An Aberdare takeaway owner who had to close her premises when Environmental Health Officers found a rat infestation has been prosecuted.
Rhondda Cynon Taf Council had no choice but to take legal action against Maheen Zahra, due to the seriousness of the offences at Papa Bull, Cardiff Street.
The successful case is further proof of the proactive work taking place across RCT to protect consumers and support the local food businesses that work hard to operate in a safe, clean and legal manner.
Papa Bull was visited as part of the ongoing, proactive programme of inspections carried out by Council Environmental Health officers throughout the year.
During the visit on the 16th July last year, a rat infestation was discovered in areas including the kitchen and the food storeroom. Rodent infestations in any food business are a serious risk to public health due to the contamination of surfaces, packaging and foods rats can cause, as well as the diseases they can spread.
Maheen Zahra agreed to close the premises immediately and agreed to meet conditions before reopening the premises. These were:
Ensuring the rodent infestation was eradicated.
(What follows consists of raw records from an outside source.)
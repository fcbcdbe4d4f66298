"""Doses assigned to exposure bands."""

import numpy as np
import pytest
from scipy.stats import lognorm, norm

from doseattr.core.curves.doses import assign_doses, distribution_doses
from doseattr.errors import ModelError

LOWER = np.array([0.0, 5.0, 10.0, 20.0])
UPPER = np.array([5.0, 10.0, 20.0, np.inf])


def test_midpoints_and_open_top_band():
    """Midpoint (l + u)/2 (definition); open-ended top band: lower limit plus half
    the width of the band below, 20 + 10/2 = 25 (common practice)."""
    out = assign_doses(LOWER, UPPER, rule="midpoint")
    np.testing.assert_allclose(out.doses, [2.5, 7.5, 15.0, 25.0], rtol=1e-15)
    assert out.rule_used == ("midpoint", "midpoint", "midpoint", "open-ended")
    assert len(out.notes) == 1 and "common practice" in out.notes[0]


def test_given_doses_take_precedence():
    out = assign_doses(LOWER, UPPER, [1.0, np.nan, 14.0, 31.0])
    np.testing.assert_allclose(out.doses, [1.0, 7.5, 14.0, 31.0], rtol=1e-15)
    assert out.rule_used == ("given", "midpoint", "given", "given")
    assert out.notes == ()
    ignored = assign_doses(LOWER, UPPER, [1.0, np.nan, 14.0, 31.0], rule="midpoint")
    np.testing.assert_allclose(ignored.doses, [2.5, 7.5, 15.0, 25.0], rtol=1e-15)


def test_open_band_rule_uses_adjacent_band_in_any_table_order():
    out = assign_doses([20.0, 0.0, 8.0], [np.inf, 8.0, 20.0], rule="midpoint")
    np.testing.assert_allclose(out.doses, [26.0, 4.0, 14.0], rtol=1e-15)


@pytest.mark.parametrize("lower, upper, match", [
    ([5.0], [np.inf], "open-ended with no band below"),
    ([0.0, 10.0], [5.0, 8.0], "below its lower limit"),
    ([np.nan, 1.0], [1.0, 2.0], "finite lower limit"),
])
def test_invalid_bands(lower, upper, match):
    with pytest.raises(ModelError, match=match):
        assign_doses(lower, upper)


def _lognormal(mu=1.5, s=0.8):
    """Lognormal with its partial mean in closed form:
    E[X; a < X <= b] = exp(mu + s^2/2) [Phi((ln b - mu - s^2)/s) - Phi((ln a - mu - s^2)/s)]
    (standard result; completing the square in the normal integral)."""
    dist = lognorm(s, scale=np.exp(mu))

    def partial_mean(a, b):
        with np.errstate(divide="ignore"):
            la, lb = np.log(a), np.log(b)
        m = np.exp(mu + s**2 / 2)
        return m * (norm.cdf((lb - mu - s**2) / s) - norm.cdf((la - mu - s**2) / s))

    return dist, partial_mean


def test_band_mean_matches_scipy_conditional_expectation():
    """Source: scipy.stats lognorm.expect(lb, ub, conditional=True) (numerical
    quadrature, rtol 1e-7)."""
    dist, partial_mean = _lognormal()
    out = distribution_doses(LOWER, UPPER, rule="band-mean", cdf=dist.cdf,
                             partial_mean=partial_mean)
    expected = [dist.expect(lambda x: x, lb=a, ub=b, conditional=True)
                for a, b in zip(LOWER, UPPER)]
    np.testing.assert_allclose(out.doses, expected, rtol=1e-7)
    assert set(out.rule_used) == {"band-mean"}


def test_band_median_halves_the_band_probability():
    """Definition: F(median_i) = (F(l_i) + F(u_i)) / 2, with F from scipy.stats."""
    dist, _ = _lognormal()
    out = distribution_doses(LOWER, UPPER, rule="band-median", cdf=dist.cdf, ppf=dist.ppf)
    np.testing.assert_allclose(dist.cdf(out.doses), (dist.cdf(LOWER) + dist.cdf(UPPER)) / 2,
                               rtol=1e-12)


def test_empty_band_falls_back_with_note():
    dist, partial_mean = _lognormal(mu=0.0, s=0.1)
    out = distribution_doses([0.0, 5.0, 200.0], [5.0, 200.0, np.inf], rule="band-mean",
                             cdf=dist.cdf, partial_mean=partial_mean)
    assert out.rule_used == ("band-mean", "midpoint", "open-ended")
    np.testing.assert_allclose(out.doses[1:], [102.5, 297.5], rtol=1e-15)
    assert len(out.notes) == 2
Undertaking structural works to exclude rodents from the premises
Disposing of open foods and food packaging
Thoroughly cleaning and disinfecting the premises
These conditions were met, later the same month, and officers gave the business permission to reopen.
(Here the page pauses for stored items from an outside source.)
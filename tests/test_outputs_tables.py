"""CSV tables built from the typed result sections (burden with each
stratum's exposure, workers) and cell formatting, and the report and
figures for an empirical exposure."""

from __future__ import annotations

import csv
import dataclasses
import io
import math
import tomllib
from pathlib import Path

import numpy as np
import pytest
from test_outputs_cases import UNIT, make_curve, make_results

from doseattr.analysis.assemble import stratum_exposure, workers
from doseattr.analysis.config import load_analysis
from doseattr.analysis.pipeline import run_analysis
from doseattr.core.attribution.contribution import Contribution
from doseattr.core.exposure import summary
from doseattr.core.exposure.empirical import empirical
from doseattr.core.exposure.histories import cumulative_exposure
from doseattr.outputs import figures, tables
from doseattr.results import BurdenResult, Estimate, StratumResult
from doseattr.results.records import StratumEffect
from doseattr.results.serialize import workers_list

DEMO = Path(__file__).resolve().parent.parent / "data_demo"
#: The columns burden.csv had before the exposure columns were added, in
#: their order: external readers rely on both names and order.
BURDEN_COLUMNS = ["stratum", "cases", "population", "paf_estimate", "paf_lower", "paf_upper",
                  "paf_mcse", "attributable_estimate", "attributable_lower",
                  "attributable_upper", "attributable_mcse"]


def as_csv(table) -> list[dict[str, str]]:
    buf = io.StringIO()
    header, rows = table
    w = csv.writer(buf, lineterminator="\n")
    w.writerow(header)
    for row in rows:
        w.writerow([tables.cell(v) for v in row])
    return list(csv.DictReader(io.StringIO(buf.getvalue())))


def header_of(table) -> list[str]:
    return list(table[0])


def test_cell_full_precision():
    """repr of a float round-trips exactly (Python float repr guarantee)."""
    v = 0.1 + 0.2
    assert float(tables.cell(v)) == v
    assert float(tables.cell(np.float64(1) / 3)) == 1 / 3
    assert tables.cell(None) == "" and tables.cell(True) == "true"
    assert tables.cell(np.int64(7)) == "7"
    assert tables.cell(float("inf")) == ""  # an open-ended band limit


def test_workers_table_from_histories():
    r"""Two workers, hand-computed (days / 365.25, as the analysis file
    defines years): A works 2000-01-01 to 2010-01-01 at 0.2 and 2010-01-01 to
    2012-01-01 at 0.5; B 2005-01-01 to 2006-01-01 at 1.0; as of 2020-01-01,
    no lag. A: 3653 days x 0.2 + 730 days x 0.5, B: 365 days x 1.0."""
    w = cumulative_exposure(
        np.array(["A", "A", "B"]),
        np.array(["2000-01-01", "2010-01-01", "2005-01-01"], dtype="datetime64[D]"),
        np.array(["2010-01-01", "2012-01-01", "2006-01-01"], dtype="datetime64[D]"),
        np.array([0.2, 0.5, 1.0]), as_of=np.datetime64("2020-01-01"))
    record = workers(w)
    rows = as_csv(tables.workers_table(record))
    assert list(rows[0]) == ["worker", "cumulative", "duration_years", "mean_intensity"]
    assert [r["worker"] for r in rows] == ["A", "B"]
    a_cum = (3653 * 0.2 + 730 * 0.5) / 365.25
    a_dur = (3653 + 730) / 365.25
    assert float(rows[0]["cumulative"]) == pytest.approx(a_cum, rel=1e-12)
    assert float(rows[0]["duration_years"]) == pytest.approx(a_dur, rel=1e-12)
    assert float(rows[0]["mean_intensity"]) == pytest.approx(a_cum / a_dur, rel=1e-12)
    assert float(rows[1]["cumulative"]) == pytest.approx(365 / 365.25, rel=1e-12)
    # the CSV holds exactly the numbers of results.json's workers list
    read_back = [{k: v if k == "worker" else float(v) for k, v in r.items()} for r in rows]
    assert read_back == workers_list(record)
    assert tables.workers_table(None) is None


# -- burden.csv: attributable cases and each stratum's exposure ---------------
def lognormal_mean(gm: float, gsd: float, unexposed: float = 0.0) -> float:
    r"""Mean exposure with a share ``unexposed`` at zero and the rest
    lognormal: (1 - u) GM exp(ln(GSD)^2 / 2) (closed form of the lognormal
    mean, exp(mu + sigma^2 / 2) with mu = ln GM, sigma = ln GSD)."""
    return (1.0 - unexposed) * gm * math.exp(math.log(gsd) ** 2 / 2)


def stratum(name: str, cases: float, paf: float, exposure, shared, given=None) -> StratumResult:
    """A stratum record as the pipeline builds it (invented inputs; the
    tests read them back)."""
    p = Estimate(paf, 0.8 * paf, 1.2 * paf, 1e-4)
    a = Estimate(cases * paf, cases * p.lower, cases * p.upper, cases * 1e-4)
    effect = StratumEffect("Cap", Estimate(paf / 2), Estimate(cases * paf / 2))
    return StratumResult(name, cases, p, a, (effect,), 10 * cases,
                         stratum_exposure(exposure, shared, given))


def burden_of(*strata: StratumResult) -> BurdenResult:
    cases = sum(s.cases for s in strata)
    attributable = sum(s.attributable.estimate for s in strata)
    averted = sum(s.scenarios[0].averted.estimate for s in strata)
    effect = StratumEffect("Cap", Estimate(averted / cases), Estimate(averted))
    total = StratumResult("total", cases, Estimate(attributable / cases), Estimate(attributable),
                          (effect,))
    return BurdenResult(tuple(strata), total)


def test_burden_table_shows_each_strata_exposure():
    """The burden columns keep their names and order; after them, whether
    the stratum had its own exposure, its family and parameters, and its
    mean (lognormal closed form, unexposed at zero); the total row leaves
    the exposure cells empty."""
    shared = dataclasses.replace(summary.from_gm_gsd(10.0, 2.0), unexposed=0.05)
    own = dataclasses.replace(summary.from_gm_gsd(18.0, 2.5), unexposed=0.05)
    b = burden_of(stratum("North", 100.0, 0.1, shared, shared),
                  stratum("South", 50.0, 0.2, own, shared, {"gm": 18.0, "gsd": 2.5}))
    table = tables.burden_table(b, UNIT)
    mean = f"exposure_mean ({UNIT})"
    assert header_of(table) == [*BURDEN_COLUMNS, "exposure", "exposure_family", "exposure_gm",
                                "exposure_gsd", mean]
    rows = as_csv(table)
    assert [r["stratum"] for r in rows] == ["North", "South", "total"]
    assert [r["exposure"] for r in rows] == ["shared", "own", ""]
    for r, s, (gm, gsd) in zip(rows, b.strata, [(10.0, 2.0), (18.0, 2.5)]):
        assert float(r["cases"]) == s.cases and float(r["population"]) == s.population
        assert [float(r[f"paf_{k}"]) for k in ("estimate", "lower", "upper", "mcse")] == [
            s.paf.estimate, s.paf.lower, s.paf.upper, s.paf.mcse]
        assert float(r["attributable_upper"]) == s.attributable.upper
        assert r["exposure_family"] == "lognormal"
        assert float(r["exposure_gm"]) == pytest.approx(gm, rel=1e-12)
        assert float(r["exposure_gsd"]) == pytest.approx(gsd, rel=1e-12)
        assert float(r[mean]) == pytest.approx(lognormal_mean(gm, gsd, 0.05), rel=1e-12)
    total = rows[-1]
    assert float(total["paf_estimate"]) == b.total.paf.estimate
    assert total["paf_lower"] == "" and total["population"] == ""
    assert [total[k] for k in header_of(table)[len(BURDEN_COLUMNS):]] == [""] * 5


def test_burden_blocks_of_outcomes():
    """One block per outcome (the top level shown once when it is the first
    outcome's own, by identity or equal records), parameter columns the
    union over all strata in first-seen order, and the analysis's own
    burden in front when it is not the first outcome's."""
    base = make_results()
    ln = summary.from_gm_gsd(10.0, 2.0)
    g = summary.from_parameters("gamma", {"shape": 2.0, "scale": 5.0})
    g_own = summary.from_parameters("gamma", {"shape": 3.0, "scale": 4.0})
    b1 = burden_of(stratum("North", 100.0, 0.1, ln, ln))
    b2 = burden_of(stratum("East", 40.0, 0.3, g, g),
                   stratum("West", 60.0, 0.2, g_own, g, {"shape": 3.0, "scale": 4.0}))
    outcomes = (("Asthma", dataclasses.replace(base, burden=b1)),
                ("COPD", dataclasses.replace(base, burden=b2)))
    run = dataclasses.replace(base, burden=b1, outcomes=outcomes)
    blocks = run.burden_blocks
    assert [(n, b) for n, b in blocks] == [("Asthma", b1), ("COPD", b2)]
    assert blocks[0][1] is b1 and blocks[1][1] is b2
    copy = burden_of(*b1.strata)
    assert copy is not b1 and copy == b1
    assert (dataclasses.replace(run, burden=copy)).burden_blocks == blocks

    table = tables.burden_blocks_table(blocks, UNIT)
    mean = f"exposure_mean ({UNIT})"
    assert header_of(table) == ["outcome", *BURDEN_COLUMNS, "exposure", "exposure_family",
                                "exposure_gm", "exposure_gsd", "exposure_shape",
                                "exposure_scale", mean]
    rows = as_csv(table)
    assert [(r["outcome"], r["stratum"], r["exposure"]) for r in rows] == [
        ("Asthma", "North", "shared"), ("Asthma", "total", ""), ("COPD", "East", "shared"),
        ("COPD", "West", "own"), ("COPD", "total", "")]
    east, west = rows[2], rows[3]
    assert east["exposure_family"] == "gamma" and east["exposure_gm"] == ""
    assert (float(west["exposure_shape"]), float(west["exposure_scale"])) == (3.0, 4.0)
    # gamma mean = shape x scale (closed form); lognormal mean as above
    assert float(east[mean]) == pytest.approx(2.0 * 5.0, rel=1e-12)
    assert float(west[mean]) == pytest.approx(3.0 * 4.0, rel=1e-12)
    assert float(rows[0][mean]) == pytest.approx(lognormal_mean(10.0, 2.0), rel=1e-12)
    assert rows[1]["exposure_shape"] == "" and rows[0]["exposure_shape"] == ""

    top = burden_of(stratum("Centre", 30.0, 0.05, ln, ln))
    beside = (dataclasses.replace(run, burden=top)).burden_blocks
    assert [n for n, _ in beside] == [None, "Asthma", "COPD"] and beside[0][1] is top
    table = tables.burden_blocks_table(beside, UNIT)
    # the outcome column keeps the place it had in this case: after the burden columns
    assert header_of(table)[:len(BURDEN_COLUMNS) + 1] == [*BURDEN_COLUMNS, "outcome"]
    assert [(r["outcome"], r["stratum"]) for r in as_csv(table)][:3] == [
        ("", "Centre"), ("", "total"), ("Asthma", "North")]

    scen = as_csv(tables.burden_scenarios_blocks_table(blocks))
    assert [(r["outcome"], r["stratum"]) for r in scen] == [
        (r["outcome"], r["stratum"]) for r in rows]
    assert float(scen[-1]["averted_estimate"]) == b2.total.scenarios[0].averted.estimate
    single = as_csv(tables.burden_scenarios_table(b1))
    assert "outcome" not in single[0] and float(single[0]["pif_estimate"]) == 0.05
    assert base.burden_blocks == [] and tables.burden_blocks_table([], UNIT) is None
    assert "burden.csv" not in tables.all_tables(base)


@pytest.fixture(scope="module")
def demo():
    return run_analysis(load_analysis(DEMO / "analysis.toml"))


def test_demo_burden_csv_shows_own_and_shared_exposure(demo):
    r"""The demo's districts.csv gives Quarryside its own GM and GSD; the
    other districts share the fitted exposure. burden.csv says which, gives
    the parameters, and the mean equals the closed form
    (1 - u) GM exp(ln(GSD)^2 / 2) for a lognormal with unexposed share u
    ([exposure] unexposed, which applies to a stratum's own exposure too)."""
    settings = tomllib.loads((DEMO / "analysis.toml").read_text(encoding="utf-8"))
    u = settings["exposure"]["unexposed"]
    lines = [ln for ln in (DEMO / "districts.csv").read_text(encoding="utf-8").splitlines()
             if not ln.startswith("#")]
    given = {r["stratum"]: r for r in csv.DictReader(lines)}
    table = tables.all_tables(demo)["burden.csv"]
    mean = f"exposure_mean ({demo.unit})"
    # the demo's table has a population column, so the rate columns follow (issue 11)
    extra = ["group", "rate", "attributable_rate_estimate", "attributable_rate_lower",
             "attributable_rate_upper", "attributable_rate_mcse", "yll_estimate", "yll_lower",
             "yll_upper", "yll_mcse", "life_expectancy"]
    assert header_of(table) == [*BURDEN_COLUMNS, "exposure", "exposure_family", "exposure_gm",
                                "exposure_gsd", mean, *extra]
    rows = as_csv(table)
    assert [r["stratum"] for r in rows] == [*given, "total"]
    fitted = demo.exposure.parameters
    for r in rows[:-1]:
        g = given[r["stratum"]]
        if g["gm"]:
            gm, gsd = float(g["gm"]), float(g["gsd"])
            assert r["exposure"] == "own"
        else:
            gm, gsd = fitted["gm"], fitted["gsd"]
            assert r["exposure"] == "shared"
            assert float(r[mean]) == demo.exposure_section.mean
        assert r["exposure_family"] == settings["exposure"]["family"] == "lognormal"
        assert (float(r["exposure_gm"]), float(r["exposure_gsd"])) == (gm, gsd)
        assert float(r[mean]) == pytest.approx(lognormal_mean(gm, gsd, u), rel=1e-12)
    assert [r["stratum"] for r in rows if r["exposure"] == "own"] == ["Quarryside"]
    assert [v for k, v in rows[-1].items() if k.startswith("exposure")] == [""] * 5
    # the burden columns are results.json's numbers exactly
    d = demo.to_dict()["burden"]
    for r, s in zip(rows, [*d["strata"], d["total"]], strict=True):
        assert float(r["cases"]) == s["cases"] and float(r["population"]) == s["population"]
        for part in ("paf", "attributable"):
            for k in ("estimate", "lower", "upper", "mcse"):
                assert float(r[f"{part}_{k}"]) == s[part][k]


def test_empirical_exposure_plots():
    """Weighted empirical values: histogram bar areas sum to 1 (all values
    detected, derivation as in the fitted case), no density line, and the
    burden drawn as a cumulative share that ends at 100%."""
    rng = np.random.default_rng(3)
    values = rng.gamma(2.0, 4.0, 50)
    weights = rng.uniform(1, 3, 50)
    ex = empirical(values, weights)
    ax = figures.plot_exposure(ex, unit="ppm")
    bars = [p for p in ax.patches if p.get_gid() == "data-hist"]
    assert sum(p.get_height() * p.get_width() for p in bars) == pytest.approx(1.0, rel=1e-12)
    assert not [ln for ln in ax.get_lines() if ln.get_gid() == "fitted-density"]
    # the burden on weighted points, built here: share w_i (RR(x_i) - 1) / E[RR],
    # cumulated in order of x (log-linear RR, minimum risk 0)
    b = float(make_curve().coef[0])
    order = np.argsort(values)
    x, w = values[order], ex.weights[order]
    excess = w * np.expm1(b * x)
    cum = np.cumsum(excess) / excess.sum()
    con = Contribution(x, excess / (1 + excess.sum()), cum, None, excess.sum() / (1 + excess.sum()))
    ax = figures.plot_contribution(con, unit="ppm", cumulative=True)
    line = next(ln for ln in ax.get_lines() if ln.get_gid() == "burden-cumulative")
    np.testing.assert_allclose(line.get_ydata(), 100 * cum, rtol=1e-14)
    assert line.get_ydata()[-1] == pytest.approx(100.0, rel=1e-12)
    assert figures.is_empirical(ex) and figures.curve_extent(make_curve(), exposure=ex) > 0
As a result of the findings of the inspection the business was given a food hygiene rating of zero out of five. A previous inspection in July 2012 had also revealed that the business was not operating to a satisfactory standard and on that occasion the . business was awarded a one out of five with regard to the food hygiene rating scheme.
Mrs Zahra was interviewed in February and she confirmed that she was responsible for running the business. She also admitted that both her and her husband, who was manager of the shop, had known that there were rats in the premises before officers discovered the infestation in July 2013.
As a result, she was charged with a series of offences under the Food Hygiene (Wales) Regulations 2006, namely:
The construction of the food premises did not protect against contamination from pests
Adequate procedures were not in place to control pests
The food premises were not being kept clean
Wrapping materials were stored in a manner which exposed them to the risk of contamination.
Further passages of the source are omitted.